Coconuco is the home two two thermal hot springs. Both are for bathing; one is called “Aguas Herviendos” (boiling waters), and the other is called “Aguas Tibias” (lukewarm waters). We visited Aguas Herviendos, but we heard that Aguas Tibias is more expensive, and possibly more beautiful. You can lodge at or in-between Coconuco and either of these springs. We were pleased with our decision to lodge in the town of Coconuco at an establishment named “El Amigo que une a Los Amigos” (The friend that brings the friends together). Oddly, the name of this hotel is the same as the tag line on the national beer (this beer is named Poker). A basic room with no hot water, but extremely friendly staff for 15,000COP (double). After you visit either hot spring, it is all downhill back to your room!
Leaving from Coconuco, back across the Andes, you will enter one of the more rugged regions of Colombia. This road is unpaved a few miles after Coconuco. There are steep, very rough sections, and it passes through jungle and cloud forest. The road varies between one and one-and-a-half lanes wide. Nevertheless, we’d periodically encounter large dump trucks abandoned in the middle of the road. Closer inspection revealed ripped off transmissions, broken axles, and stacks of wheels laid on their sides to support rear ends of vehicles – pools of various black liquids streaming down the dusty road.
It was along this road that we also encountered two Swiss Bicycle tourists. They were both riding high-quality bicycles – but similar to the trucks we had been seeing, they were having some problems. I asked them what was broken, hoping that we could help. Their response was, “everything.” I looked, and saw broken spokes twisted around neighboring spokes, disc brakes that broke, and other maladies. If you decide to traverse this route, you’re going to want something really sturdy – mountain bike tires and 26″ wheels.

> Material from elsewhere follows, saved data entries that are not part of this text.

def add_parser(sub) -> None:
    p = sub.add_parser(
        "score", help="score sensor rows against a baseline model",
        description="Score every row of DATA (CSV/TSV/Parquet) against a baseline fitted with "
                    "`whiten baseline`: squared Mahalanobis distance, exact p-value, alarm, and the "
                    "sensors that drive it.",
        epilog=EPILOG, formatter_class=argparse.RawDescriptionHelpFormatter)
    p.add_argument("data", metavar="DATA", help="table of sensor rows (.csv, .tsv, .parquet)")
    p.add_argument("--baseline", required=True, metavar="MODEL.json", help="model file from `whiten baseline`")
    p.add_argument("-o", "--output", required=True, metavar="SCORES.csv",
                   help="where to write the scores; the name chooses the format: .csv, .tsv, .csv.gz, .tsv.gz or "
                        ".parquet (Parquet needs pyarrow), e.g. -o week32_scores.parquet")
    p.add_argument("--alpha", type=float, default=0.001, help="false-alarm probability per row (default 0.001)")
    p.add_argument("--phase", choices=["new", "reference", "known"], default="new",
                   help="law of the distance: new rows (default), the reference rows themselves, "
                        "or parameters known exactly")
    p.add_argument("--fdr", type=float, default=None, metavar="Q",
                   help="also flag rows by Benjamini-Hochberg at false-discovery rate Q across the file "
                        "(reads the file twice)")
    p.add_argument("--chart", metavar="FILE.png", help="write a control chart of d2 with the limit and alarms "
                   "(x axis: the --index-column when it holds times or numbers, else the row number)")
    p.add_argument("--contributions", metavar="FILE.png",
                   help="write bar charts of the drop contributions at the peak row of each alarm episode, first "
                        f"episodes first (at most {_PEAKS}; the worst rows when nothing alarmed), e.g. "
                        "--contributions week32_why.png")
    p.add_argument("--episodes", metavar="FILE.csv",
                   help="also write the alarm episodes, one line each (start, end, rows, peak d2 and its row, "
                        "leading sensors with their share of d2); the name chooses the format, e.g. "
                        "--episodes week32_episodes.csv")
    p.add_argument("--episode-gap", type=int, default=2, metavar="ROWS",
                   help="quiet rows that may separate two runs of alarms in one episode (default 2; 0: only "
                        "unbroken runs), e.g. --episode-gap 10")
    p.add_argument("--index-column", metavar="COL",
                   help="column that labels rows (e.g. a timestamp); kept in the output (default: the model's "
                        "own index column, when the file has it)")
    p.add_argument("--rename", metavar="OLD=NEW,...",
                   help="rename file columns onto the model's sensor names, e.g. --rename P1=suction_bar,"
                        "P2=discharge_bar; unmatched names are listed as missing and extra columns")
    p.add_argument("--chunksize", type=int, default=None, metavar="N", help="rows per chunk (default 100000)")
    p.add_argument("--force", action="store_true", help="replace output files that already exist")
    p.add_argument("--report", metavar="FILE.html",
                   help="also write a one-file HTML report (whiten.report), built while scoring: "
                        "the scores are not read back")
    p.add_argument("--chart-points", type=int, default=20_000, metavar="N",
                   help="rows drawn one by one on the control chart (--chart, --report); a longer file is "
                        "pooled into bins of consecutive rows, each showing its largest d2, so no alarm "
                        "is hidden and memory stays flat (default: 20000)")
    p.add_argument("--ewma", type=float, default=None, metavar="LAMBDA",
                   help="also chart the multivariate EWMA drift statistic with smoothing weight LAMBDA in (0, 1] "
                        "(0.05-0.2 for slow drifts)")
    p.add_argument("--ewma-arl", type=float, default=None, metavar="ROWS",
                   help="in-control average run length the EWMA limit is simulated for (default 1/alpha)")
    p.add_argument("--persist", default=None, metavar="K/M",
                   help="also alarm when K of the last M rows exceed a per-row level chosen so that this rule's "
                        "false-alarm rate per healthy row is alpha (e.g. 3/5)")
    add_reader_options(p)
    add_progress_options(p)
    p.set_defaults(func=run)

Prior to arrival, we had heard of the San Agustin Archaeological park. So, we were surprised to find out that there is a huge complex of neighboring archaeological sites based out of Isnos! “Everyone goes to San Agustin, but no one visits these other parks,” said the hotel owner where we were staying in Isnos. So, my FOMO had me constructing a new route that visited many of the Isnos sites as well. In fact, the places we went were just as exciting (if not better) than San Agustin. Moreover, your 20,000COP entry fee to the Isnos sites also grants you entry into San Agustin, and it is valid for 3 days.
Our route included a visit to the Estrecho del Rio Magdalena. The Rio Magdalena is usually hundreds of feet wide, but in this location, it restricts to an area that you could literally jump across! If you decide to follow our cycle route, be warned: you end up directly crossing two river valleys. You drop in, climb out, drop in the other, and climb out. It’s unpaved and a 20% grade in every direction!